INSTRUCTIONS FOR THE TASK: Please reproduce exactly the lines from the start of the records through the one containing "double a0 = Math.toRadians(2);", and nothing more.

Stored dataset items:
╭──

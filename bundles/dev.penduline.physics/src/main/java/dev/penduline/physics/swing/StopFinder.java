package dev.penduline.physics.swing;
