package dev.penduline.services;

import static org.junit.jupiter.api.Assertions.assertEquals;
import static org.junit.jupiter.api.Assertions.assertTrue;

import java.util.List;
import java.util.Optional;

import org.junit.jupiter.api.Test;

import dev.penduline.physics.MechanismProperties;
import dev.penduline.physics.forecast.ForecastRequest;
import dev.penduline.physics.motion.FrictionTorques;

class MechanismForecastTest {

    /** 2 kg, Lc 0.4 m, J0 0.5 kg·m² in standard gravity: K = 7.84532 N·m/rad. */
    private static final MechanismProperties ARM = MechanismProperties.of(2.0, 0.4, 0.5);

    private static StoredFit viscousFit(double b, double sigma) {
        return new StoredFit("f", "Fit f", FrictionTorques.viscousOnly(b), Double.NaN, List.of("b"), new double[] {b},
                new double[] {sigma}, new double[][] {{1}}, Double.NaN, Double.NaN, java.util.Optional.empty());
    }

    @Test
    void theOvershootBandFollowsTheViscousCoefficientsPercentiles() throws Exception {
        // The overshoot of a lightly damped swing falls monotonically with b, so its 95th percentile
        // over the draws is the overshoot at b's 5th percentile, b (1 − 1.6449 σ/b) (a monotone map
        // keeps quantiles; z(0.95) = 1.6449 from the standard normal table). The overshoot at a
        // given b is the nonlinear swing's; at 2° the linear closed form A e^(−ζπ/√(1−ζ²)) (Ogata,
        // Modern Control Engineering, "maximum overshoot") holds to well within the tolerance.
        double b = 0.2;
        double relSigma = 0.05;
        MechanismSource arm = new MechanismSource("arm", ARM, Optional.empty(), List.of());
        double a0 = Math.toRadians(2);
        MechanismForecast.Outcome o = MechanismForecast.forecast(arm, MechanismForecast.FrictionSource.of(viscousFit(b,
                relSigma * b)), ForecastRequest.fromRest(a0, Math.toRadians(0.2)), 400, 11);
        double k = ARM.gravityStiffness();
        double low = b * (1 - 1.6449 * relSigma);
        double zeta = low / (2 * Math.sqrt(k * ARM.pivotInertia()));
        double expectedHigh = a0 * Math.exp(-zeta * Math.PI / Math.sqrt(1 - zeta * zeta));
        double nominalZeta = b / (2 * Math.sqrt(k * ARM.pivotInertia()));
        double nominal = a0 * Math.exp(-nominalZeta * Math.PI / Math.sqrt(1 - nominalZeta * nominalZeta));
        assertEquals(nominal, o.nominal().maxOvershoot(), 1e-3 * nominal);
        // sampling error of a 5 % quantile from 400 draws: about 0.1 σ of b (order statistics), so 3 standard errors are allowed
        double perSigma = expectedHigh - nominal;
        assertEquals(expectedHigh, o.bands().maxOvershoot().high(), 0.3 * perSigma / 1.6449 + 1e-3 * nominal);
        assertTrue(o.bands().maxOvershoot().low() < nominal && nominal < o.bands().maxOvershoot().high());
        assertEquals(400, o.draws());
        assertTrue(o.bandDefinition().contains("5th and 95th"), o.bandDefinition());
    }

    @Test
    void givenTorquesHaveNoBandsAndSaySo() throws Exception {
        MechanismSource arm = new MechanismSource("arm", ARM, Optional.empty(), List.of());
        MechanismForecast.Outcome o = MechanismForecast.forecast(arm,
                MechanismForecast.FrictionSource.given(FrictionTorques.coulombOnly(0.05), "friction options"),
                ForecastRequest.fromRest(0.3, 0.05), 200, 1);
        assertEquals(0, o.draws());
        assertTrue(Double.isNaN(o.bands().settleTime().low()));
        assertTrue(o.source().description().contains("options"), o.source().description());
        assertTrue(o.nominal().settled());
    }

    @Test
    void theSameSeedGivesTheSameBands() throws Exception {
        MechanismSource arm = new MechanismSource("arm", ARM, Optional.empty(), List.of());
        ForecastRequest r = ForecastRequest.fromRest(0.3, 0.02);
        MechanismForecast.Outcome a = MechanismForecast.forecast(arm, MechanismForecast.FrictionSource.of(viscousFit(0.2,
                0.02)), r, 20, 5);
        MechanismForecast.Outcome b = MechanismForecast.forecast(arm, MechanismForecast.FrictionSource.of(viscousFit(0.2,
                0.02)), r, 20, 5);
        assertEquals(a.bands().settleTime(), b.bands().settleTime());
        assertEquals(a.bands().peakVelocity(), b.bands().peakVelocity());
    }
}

╰──

THE COMPLETED TASK:
filename bundles/dev.penduline.physics/src/main/java/dev/penduline/physics/swing/StopFinder.java
package dev.penduline.physics.swing;
package dev.penduline.services;

import static org.junit.jupiter.api.Assertions.assertEquals;
import static org.junit.jupiter.api.Assertions.assertTrue;

import java.util.List;
import java.util.Optional;

import org.junit.jupiter.api.Test;

import dev.penduline.physics.MechanismProperties;
import dev.penduline.physics.forecast.ForecastRequest;
import dev.penduline.physics.motion.FrictionTorques;

class MechanismForecastTest {

    /** 2 kg, Lc 0.4 m, J0 0.5 kg·m² in standard gravity: K = 7.84532 N·m/rad. */
    private static final MechanismProperties ARM = MechanismProperties.of(2.0, 0.4, 0.5);

    private static StoredFit viscousFit(double b, double sigma) {
        return new StoredFit("f", "Fit f", FrictionTorques.viscousOnly(b), Double.NaN, List.of("b"), new double[] {b},
                new double[] {sigma}, new double[][] {{1}}, Double.NaN, Double.NaN, java.util.Optional.empty());
    }

    @Test
    void theOvershootBandFollowsTheViscousCoefficientsPercentiles() throws Exception {
        // The overshoot of a lightly damped swing falls monotonically with b, so its 95th percentile
        // over the draws is the overshoot at b's 5th percentile, b (1 − 1.6449 σ/b) (a monotone map
        // keeps quantiles; z(0.95) = 1.6449 from the standard normal table). The overshoot at a
        // given b is the nonlinear swing's; at 2° the linear closed form A e^(−ζπ/√(1−ζ²)) (Ogata,
        // Modern Control Engineering, "maximum overshoot") holds to well within the tolerance.
        double b = 0.2;
        double relSigma = 0.05;
        MechanismSource arm = new MechanismSource("arm", ARM, Optional.empty(), List.of());
        double a0 = Math.toRadians(2);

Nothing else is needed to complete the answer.